Editor’s Note: This article features news and photos from past editions of the Watauga Democrat.

Aug. 10, 1972

“The recently licensed Boone-Watauga County Chapter of the Society for the Preservation and Encouragement of Barbershop Quartet Singing in America is planning the first of what is hoped to be an annual Mountaintop Songfest to be held at Seven Devils Resort near Boone,” read an article in the Aug. 10, 1972, edition of the Watauga Democrat.

According to the article, “barbershoppers” and their families were set to gather on Aug. 13 for activities around Seven Devils Lake.

“After a picnic supper, contingents from Charlotte, Greensboro, Winston-Salem, Asheville, Johnson City, Tenn., and Boone chapter choruses and quartets will sing in the Seven Devils Ski Lodge,” the article stated.

According to the article, Boone chapter president Roland Moy indicated that all interested non-members and their families were “cordially invited to attend the Songfest.”

“We in Boone are interested in becoming acquainted with fellow barbershoppers in the area,” Moy was quoted as saying. “But, we also want local men to become acquainted with barbershop-style singing and our local activities.”

Aug. 2, 1982

“Seven counterfeit $20 bills were identified in Watauga County last week by a teller at Northwestern Bank of Boone and the Watauga County Sheriff’s Department has begun an investigation into the matter,” stated an article in the Aug. 2, 1982, edition of the Watauga Democrat.

According to the article, four of the bills were discovered in the bank deposit of Tweetsie Railroad, with the bills “apparently passed by a person or persons visiting the park recently.”

“Three other phony $20 bills were found in bags at the park’s shops, according to a Tweetsie spokesman,” the article stated. “After the bills were found, a report was issued through law enforcement and business offices in the area which listed the serial numbers of possible counterfeit bills to look for.”

The article stated that the spokesman for Tweetsie said, “You can feel the paper and feel the difference.”
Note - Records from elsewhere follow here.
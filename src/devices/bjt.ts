import type { BjtModel, Drive, PhototransistorModel } from '../circuit/types.ts';
import { thermalVoltage } from '../units/constants.ts';
import type { Integrator } from '../solver/integrator.ts';
import type { KernelPart } from '../solver/kernel/plan.ts';
import { Capacitor } from './capacitor.ts';
import { JUNCTION_GMIN_SIEMENS, type Binder, type IterationContext, type PinCurrents, type ThreeTerminal } from './device.ts';
import { JunctionPoint, conductingVolts, criticalVolts, evaluateJunction, exponentialRemainder, junctionLinearisationError, limitJunctionStep } from './junction.ts';
import { Resistor, voltageAt } from './resistor.ts';
import { DriveSignal } from './wave.ts';

/**
 * Bipolar transistor [collector, base, emitter], Ebers–Moll transport form with
 * a forward Early voltage, as the circuit-file contract states (Ebers & Moll,
 * Proc. IRE 42, 1954; transport form as in Gray, Hurst, Lewis & Meyer,
 * "Analysis and Design of Analog Integrated Circuits", ch. 1):
 *   iF = Is(exp(vbe/nVT) − 1),  iR = Is(exp(vbc/nVT) − 1)
 *   iT = (iF − iR)(1 − vbc/VA)
 *   ic = iT − iR/βR,  ib = iF/βF + iR/βR
 * PNP is the mirror image (all junction voltages and currents negated).
 * Constant base–emitter and base–collector capacitances; gmin across each junction.
 * A phototransistor adds the photocurrent responsivity·P, injected across the
 * collector–base junction; with two pins its base is an internal node.
 */
export class Bjt implements ThreeTerminal {
  readonly nonlinear = true;
  /** +1 for NPN (and phototransistor), −1 for PNP. */
  private readonly polarity: number;
  private readonly c: number;
  private readonly b: number;
  private readonly e: number;
  private readonly slots: Int32Array;
  private readonly rc: number;
  private readonly rb: number;
  private readonly re: number;
  private readonly saturationAmperes: number;
  private readonly inverseForwardBeta: number;
  private readonly inverseReverseBeta: number;
  private readonly inverseEarlyVolts: number;
  private readonly emissionVolts: number;
  private readonly criticalVoltage: number;
  private readonly conductingVoltage: number;
  /** Ohmic collector resistance between the pin and the internal collector (null = none). */
  private readonly collectorOhmic: Resistor | null;
  private readonly baseEmitter: Capacitor | null;
  private readonly baseCollector: Capacitor | null;
  /** Light on a phototransistor, in watts. */
  readonly light: DriveSignal | null;
  private readonly responsivity: number;
  private photoAmperes = 0;
  private vbe = 0;
  private vbc = 0;
  private change = 0;
  private readonly forward = new JunctionPoint();
  private readonly reverse = new JunctionPoint();
  /** The last load's Is·e^(v/nVT) and conductance of each junction (kept apart: probes reuse the points above). */
  private heldForwardExponential = 0;
  private heldForwardSiemens = 0;
  private heldReverseExponential = 0;
  private heldReverseSiemens = 0;

  constructor(
    readonly ref: string,
    kind: 'npn' | 'pnp' | 'phototransistor',
    pins: readonly string[],
    model: BjtModel | PhototransistorModel,
    binder: Binder,
    light?: Drive,
  ) {
    this.polarity = kind === 'pnp' ? -1 : 1;
    const collectorPin = binder.node(pins[0]);
    if (model.collectorResistance > 0) {
      this.c = binder.internalNode(`${ref}#collector`);
      this.collectorOhmic = new Resistor(`${ref}#rc`, collectorPin, this.c, model.collectorResistance, binder);
    } else {
      this.c = collectorPin;
      this.collectorOhmic = null;
    }
    if (pins.length === 2) {
      this.b = binder.internalNode(`${ref}#base`);
      this.e = binder.node(pins[1]);
    } else {
      this.b = binder.node(pins[1]);
      this.e = binder.node(pins[2]);
    }
    const order = [this.c, this.b, this.e];
    this.slots = new Int32Array(9);
    for (let r = 0; r < 3; r++) for (let k = 0; k < 3; k++) this.slots[r * 3 + k] = binder.slot(order[r], order[k]);
    this.rc = binder.rhs(this.c);
    this.rb = binder.rhs(this.b);
    this.re = binder.rhs(this.e);
    this.saturationAmperes = model.saturationCurrent;
    this.inverseForwardBeta = 1 / model.forwardBeta;
    this.inverseReverseBeta = 1 / model.reverseBeta;
    this.inverseEarlyVolts = Number.isFinite(model.earlyVoltage) ? 1 / model.earlyVoltage : 0;
    this.emissionVolts = model.emissionCoefficient * thermalVoltage(binder.temperatureKelvin);
    this.criticalVoltage = criticalVolts(this.saturationAmperes, this.emissionVolts);
    this.conductingVoltage = conductingVolts(this.saturationAmperes, this.emissionVolts);
    this.baseEmitter =
      model.baseEmitterCapacitance > 0 ? new Capacitor(`${ref}#cbe`, this.b, this.e, model.baseEmitterCapacitance, binder) : null;
    this.baseCollector =
      model.baseCollectorCapacitance > 0 ? new Capacitor(`${ref}#cbc`, this.b, this.c, model.baseCollectorCapacitance, binder) : null;
    this.light = kind === 'phototransistor' ? new DriveSignal(light ?? { dc: 0 }) : null;
    this.responsivity = 'responsivity' in model ? model.responsivity : 0;
  }

  stampConstant(m: Float64Array, integrator: Integrator): void {
    this.collectorOhmic?.stampConstant(m);
    this.baseEmitter?.stampConstant(m, integrator);
    this.baseCollector?.stampConstant(m, integrator);
  }

  stampStep(rhs: Float64Array, integrator: Integrator, seconds: number, sourceScale: number): void {
    this.baseEmitter?.stampStep(rhs, integrator);
    this.baseCollector?.stampStep(rhs, integrator);
    if (this.light) {
      // The photocurrent is a current source inside the part (collector → base): fixed over the step.
      this.photoAmperes = sourceScale * this.responsivity * Math.max(0, this.light.valueAt(seconds));
      rhs[this.rc] -= this.photoAmperes;
      rhs[this.rb] += this.photoAmperes;
    }
  }

  load(m: Float64Array, rhs: Float64Array, x: Float64Array, context: IterationContext): void {
    const p = this.polarity;
    let vbe: number;
    let vbc: number;
    if (context.initialiseJunctions) {
      vbe = this.criticalVoltage;
      vbc = 0;
    } else {
      const vb = voltageAt(x, this.b);
      vbe = limitJunctionStep(p * (vb - voltageAt(x, this.e)), this.vbe, this.emissionVolts, this.criticalVoltage, context);
      vbc = limitJunctionStep(p * (vb - voltageAt(x, this.c)), this.vbc, this.emissionVolts, this.criticalVoltage, context);
    }
    this.change = Math.max(Math.abs(vbe - this.vbe), Math.abs(vbc - this.vbc));
    this.vbe = vbe;
    this.vbc = vbc;

    const f = this.forward;
    const r = this.reverse;
    evaluateJunction(vbe, this.saturationAmperes, this.emissionVolts, f);
    evaluateJunction(vbc, this.saturationAmperes, this.emissionVolts, r);
    this.heldForwardExponential = f.exponential;
    this.heldForwardSiemens = f.siemens;
    this.heldReverseExponential = r.exponential;
    this.heldReverseSiemens = r.siemens;
    const early = 1 - vbc * this.inverseEarlyVolts;
    const transport = f.amperes - r.amperes;
    const gmin = JUNCTION_GMIN_SIEMENS;
    // NPN-frame currents and their partial derivatives.
    const ic = transport * early - r.amperes * this.inverseReverseBeta - gmin * vbc;
    const ib = f.amperes * this.inverseForwardBeta + r.amperes * this.inverseReverseBeta + gmin * (vbe + vbc);
    const dIcDvbe = f.siemens * early;
    const dIcDvbc = -r.siemens * early - transport * this.inverseEarlyVolts - r.siemens * this.inverseReverseBeta - gmin;
    const dIbDvbe = f.siemens * this.inverseForwardBeta + gmin;
    const dIbDvbc = r.siemens * this.inverseReverseBeta + gmin;

    // Rows c, b, e; columns c, b, e (vbe = vb − ve, vbc = vb − vc in the NPN frame).
    const s = this.slots;
    m[s[0]] -= dIcDvbc;
    m[s[1]] += dIcDvbe + dIcDvbc;
    m[s[2]] -= dIcDvbe;
    m[s[3]] -= dIbDvbc;
    m[s[4]] += dIbDvbe + dIbDvbc;
    m[s[5]] -= dIbDvbe;
    m[s[6]] += dIcDvbc + dIbDvbc;
    m[s[7]] -= dIcDvbe + dIcDvbc + dIbDvbe + dIbDvbc;
    m[s[8]] += dIcDvbe + dIbDvbe;
    const equivalentC = p * (ic - dIcDvbe * vbe - dIcDvbc * vbc);
    const equivalentB = p * (ib - dIbDvbe * vbe - dIbDvbc * vbc);
    rhs[this.rc] -= equivalentC;
    rhs[this.rb] -= equivalentB;
    rhs[this.re] += equivalentC + equivalentB;
  }

  accept(x: Float64Array, integrator: Integrator): void {
    this.baseEmitter?.accept(x, integrator);
    this.baseCollector?.accept(x, integrator);
  }

  lastJunctionChange(): number {
    return this.change;
  }

  linearisationError(x: Float64Array): number {
    const p = this.polarity;
    const vb = voltageAt(x, this.b);
    const n = this.emissionVolts;
    return Math.max(
      junctionLinearisationError(p * (vb - voltageAt(x, this.e)), this.vbe, n),
      junctionLinearisationError(p * (vb - voltageAt(x, this.c)), this.vbc, n),
    );
  }

  /** The junction currents' remainders carried through the Early factor and the betas (the terms of ic and ib the tangent plane leaves out). */
  stampHeldRemainder(rhs: Float64Array, x: Float64Array): void {
    const p = this.polarity;
    const n = this.emissionVolts;
    const vb = voltageAt(x, this.b);
    const vbc = p * (vb - voltageAt(x, this.c));
    const dbe = p * (vb - voltageAt(x, this.e)) - this.vbe;
    const dbc = vbc - this.vbc;
    const dF = this.heldForwardExponential * exponentialRemainder(dbe / n);
    const dR = this.heldReverseExponential * exponentialRemainder(dbc / n);
    const dIc =
      (dF - dR) * (1 - vbc * this.inverseEarlyVolts) - (this.heldForwardSiemens * dbe - this.heldReverseSiemens * dbc) * dbc * this.inverseEarlyVolts - dR * this.inverseReverseBeta;
    const dIb = dF * this.inverseForwardBeta + dR * this.inverseReverseBeta;
    const equivalentC = p * dIc;
    const equivalentB = p * dIb;
    rhs[this.rc] -= equivalentC;
    rhs[this.rb] -= equivalentB;
    rhs[this.re] += equivalentC + equivalentB;
  }

  breakpoints(stopSeconds: number): number[] {
    return this.light?.breakpoints(stopSeconds) ?? [];
  }

  kernelParts(): KernelPart[] {
    return [
      {
        kind: 'bjt',
        collector: this.c,
        base: this.b,
        emitter: this.e,
        polarity: this.polarity,
        saturationAmperes: this.saturationAmperes,
        emissionVolts: this.emissionVolts,
        criticalVolts: this.criticalVoltage,
        inverseForwardBeta: this.inverseForwardBeta,
        inverseReverseBeta: this.inverseReverseBeta,
        inverseEarlyVolts: this.inverseEarlyVolts,
        light: this.light,
        responsivity: this.responsivity,
        state: {
          read: (into, at) => {
            into[at] = this.vbe;
            into[at + 1] = this.vbc;
            into[at + 2] = this.photoAmperes;
          },
          write: (from, at) => {
            this.vbe = from[at];
            this.vbc = from[at + 1];
            this.photoAmperes = from[at + 2];
          },
        },
      },
      ...(this.baseEmitter?.kernelParts() ?? []),
      ...(this.baseCollector?.kernelParts() ?? []),
    ];
  }

  /** NPN-frame junction voltages (vbe, vbc) at solution x. */
  junctionVolts(x: Float64Array): [number, number] {
    const vb = voltageAt(x, this.b);
    return [this.polarity * (vb - voltageAt(x, this.e)), this.polarity * (vb - voltageAt(x, this.c))];
  }

  /** Currents into each pin, junction-capacitance currents included, at solution x. */
  pinCurrents(x: Float64Array): PinCurrents {
    const [vbe, vbc] = this.junctionVolts(x);
    evaluateJunction(vbe, this.saturationAmperes, this.emissionVolts, this.forward);
    evaluateJunction(vbc, this.saturationAmperes, this.emissionVolts, this.reverse);
    const iF = this.forward.amperes;
    const iR = this.reverse.amperes;
    const gmin = JUNCTION_GMIN_SIEMENS;
    const p = this.polarity;
    const cbe = this.baseEmitter?.current() ?? 0;
    const cbc = this.baseCollector?.current() ?? 0;
    const collector =
      p * ((iF - iR) * (1 - vbc * this.inverseEarlyVolts) - iR * this.inverseReverseBeta - gmin * vbc + this.photoAmperes) - cbc;
    const base = p * (iF * this.inverseForwardBeta + iR * this.inverseReverseBeta + gmin * (vbe + vbc) - this.photoAmperes) + cbe + cbc;
    return { collector, base, emitter: -(collector + base) };
  }

  /**
   * Operating region from which junctions conduct (carry more than
   * CONDUCTING_AMPERES forward): active (BE only), saturation (both),
   * reverse (BC only), cutoff (neither).
   */
  region(x: Float64Array): 'active' | 'saturation' | 'cutoff' | 'reverse' {
    const [vbe, vbc] = this.junctionVolts(x);
    return classifyRegion(vbe > this.conductingVoltage, vbc > this.conductingVoltage);
  }

  /** Unknown indices of the (internal) collector, base and emitter (-1 = ground), and the polarity. */
  get terminals(): { collector: number; base: number; emitter: number; polarity: number } {
    return { collector: this.c, base: this.b, emitter: this.e, polarity: this.polarity };
  }

  /** The junction voltage above which this transistor's junctions count as conducting. */
  get conductingJunctionVolts(): number {
    return this.conductingVoltage;
  }
}

export function classifyRegion(baseEmitterOn: boolean, baseCollectorOn: boolean): 'active' | 'saturation' | 'cutoff' | 'reverse' {
  if (baseEmitterOn) return baseCollectorOn ? 'saturation' : 'active';
  return baseCollectorOn ? 'reverse' : 'cutoff';
}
“The paper is heavy like copier paper, according to law enforcement authorities, and the color on the back of the bills is darker than the fronts,” the article read.


ug. 7, 1992

“Nearly two miles of 35mm film. Three days of shooting with a crew of about 30 people, mostly from New York and California. And the blocking of traffic on U.S. 421 and the Blue Ridge Parkway. Was it a major movie in the making?” read an article in the Aug. 7, 1992, edition of the Watauga Democrat.

According to the article, Swedish car manufacturer Saab was in the area to film two 30-second commercials for nationwide broadcast, scheduled to air in October of that year.

“Many people traveling in the area of Parkway Elementary School Wednesday morning may have wondered what all the commotion was about, as sheriff’s deputies and National Park Service rangers blocked the parallel routes several times in each direction for up to five minutes,” the article stated.

Blue Ridge Parkway Ranger Helen Phillips was quoted by the article saying the parkway was a popular destination for commercial filming.

“It’s really green here, compared to the West,” Thomas Hedge Angotti was quoted as saying in the article. Angotti’s advertising agency was in charge of the shoot.